Content and Commerce AI is in beta. The documentation is subject to change.
Content and Commerce AI is a set of AI services that allow you to extract intelligent features from your content, organize and streamline content flow, and deliver more impactful, personalized experiences to your customers.
All brands strive to deliver a perfect customer experience. You're constantly trying to find better answers all aspects of your customer touchpoints.
Content is an essential component of these experiences. To better answer marketing questions, you must understand content and your customers' interactions with it. With Content and Commerce AI, you can learn what features of the content you provide resonates with your customers. Using these insights allows you to personalize experiences and boost KPIs.

Content and Commerce AI service functionalities

Content Type
Features
Overview of functionality
Text
- Keyword & Entity extraction
- Custom classifiers
- Automatically extract keywords and tags from enterprise documents and webpages using an out-of-the-box AI service.
- Automatically label an enterprise's documents or webpages per a corporate taxonomy using a service built on custom AI models.
Images
- Visual recommendations
- Color extraction
- Deliver visually similar product recommendations to consumers, powered by an AI model developed on intuitive product features (design, color, shape).
- Accurately extract dominant colors (labels and hex values) and their weightage from a product image.

Understanding Content and Commerce AI

The overall vision of Content and Commerce AI is broken down into three steps to realize optimal customer engagement and maximize customer-driven KPIs.
For Beta, Content and Commerce AI is focusing on testing the foundation step in the journey (step 1).

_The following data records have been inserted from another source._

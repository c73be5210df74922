// Headers every response carries (the Content-Security-Policy with its per-request nonce is set in
// proxy.ts, except for the static files below, which run nothing).
const SECURITY_HEADERS = [
  { key: "X-Content-Type-Options", value: "nosniff" },
  { key: "Referrer-Policy", value: "same-origin" },
  { key: "Permissions-Policy", value: "camera=(), microphone=(), geolocation=(), payment=(), usb=()" },
  { key: "X-Frame-Options", value: "DENY" },
  { key: "Cross-Origin-Opener-Policy", value: "same-origin" },
];

/** @type {import('next').NextConfig} */
const nextConfig = {
  // Server-only packages with native or Node-specific code stay outside the bundle.
  serverExternalPackages: ["pg", "puppeteer-core", "nodemailer"],
  poweredByHeader: false,
  typedRoutes: false,
  // The build checks the app's own code; scripts and tests are checked by `tsc` in npm test.
  typescript: { tsconfigPath: "tsconfig.build.json" },
  async headers() {
    return [
      { source: "/:path*", headers: SECURITY_HEADERS },
      { source: "/_next/static/:path*", headers: [{ key: "Content-Security-Policy", value: "default-src 'none'; frame-ancestors 'none'" }] },
    ];
  },
};

export default nextConfig;
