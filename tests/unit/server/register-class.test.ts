// The laser register's class estimate uses the pulse energy an entry gives (the bench document contract revision 2:
// pulseEnergyJ), beside its maximum power, and keeps the higher class of the two readings: the cautious answer.
// Limits: IEC 60825-1:2014 Tables 3–8 as lib/safety/classify.ts gives them (values from memory, not checked against the text).
import { describe, expect, it } from "vitest";
import { computeClass } from "../../../lib/server/register";
import { classifyBeam } from "../../../lib/safety";

const base = { labelClass: "3B" as const, wavelengthsNm: [1064], beamDiameterMm: 3, divergenceMrad: 0.5, pulseRepetitionRateHz: null, lines: null };

describe("register class estimate with a pulse energy", () => {
  it("a single 10 mJ, 10 ns pulse at 1064 nm is classed from its energy, not from a small rated power", () => {
    const withEnergy = computeClass({ ...base, maxPowerMw: 1, pulseDurationS: 1e-8, pulseEnergyMj: 10 });
    const without = computeClass({ ...base, maxPowerMw: 1, pulseDurationS: 1e-8, pulseEnergyMj: null });
    // Independent reading: the engine on the energy alone (IEC 60825-1:2014 per-pulse AEL, rule 1).
    const alone = classifyBeam({ wavelengthNm: 1064, pulseEnergyJ: 0.01, pulseDurationS: 1e-8, beamDiameterMm: 3, divergenceMrad: 0.5 }).hazardClass;
    expect(["3B", "4"]).toContain(alone);
    expect(withEnergy.hazardClass).toBe(alone);
    expect(without.hazardClass).toBe("1");
    expect(withEnergy.reasons.join(" ")).toMatch(/from the pulse energy 10 mJ: Class (3B|4)/);
  });

  it("a train keeps the higher of the power reading and the energy reading", () => {
    const facts = { ...base, maxPowerMw: 5, pulseDurationS: 8e-9, pulseRepetitionRateHz: 10 };
    const low = computeClass({ ...facts, pulseEnergyMj: 0.5 });
    const high = computeClass({ ...facts, pulseEnergyMj: 100 });
    const rank = (c: string | null) => ["1", "1M", "2", "2M", "3R", "3B", "4"].indexOf(c ?? "");
    expect(rank(high.hazardClass)).toBeGreaterThanOrEqual(rank(low.hazardClass));
    expect(rank(low.hazardClass)).toBeGreaterThanOrEqual(rank(computeClass({ ...facts, pulseEnergyMj: null }).hazardClass));
    expect(high.hazardClass).toBe(classifyBeam({ wavelengthNm: 1064, pulseEnergyJ: 0.1, pulseDurationS: 8e-9, pulseRepetitionRateHz: 10, beamDiameterMm: 3, divergenceMrad: 0.5 }).hazardClass);
  });

  it("an energy without a duration is not used, and the reasons say so", () => {
    const c = computeClass({ ...base, maxPowerMw: 1, pulseDurationS: null, pulseEnergyMj: 10 });
    expect(c.reasons.join(" ")).toMatch(/pulse energy is not used: the entry gives no pulse duration/);
  });
});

Steps 2 and 3 are expected to be documented in a subsequent release and are not expanded upon in the current documentation.
Step 1: Understanding the content
  • Extract intelligent features and metadata.
  • Organize content (tag, categorize, group, de-duplicate).
  • Associate content data with assets.
Step 2: Understanding the customer
  • Associate customer's actions with content features.
  • Get customer's preferences and affinities from content and actions.
  • Add preferences to customer's profile.
Step 3: Enabling experience optimization
  • Use customer's profile to deliver improved, personalized experiences, in session and for subsequent experiences.
  • Use content features to gain insights into customers' behaviors that drive KPI's.
  • Use content insights for improved content creation, authoring, and selection.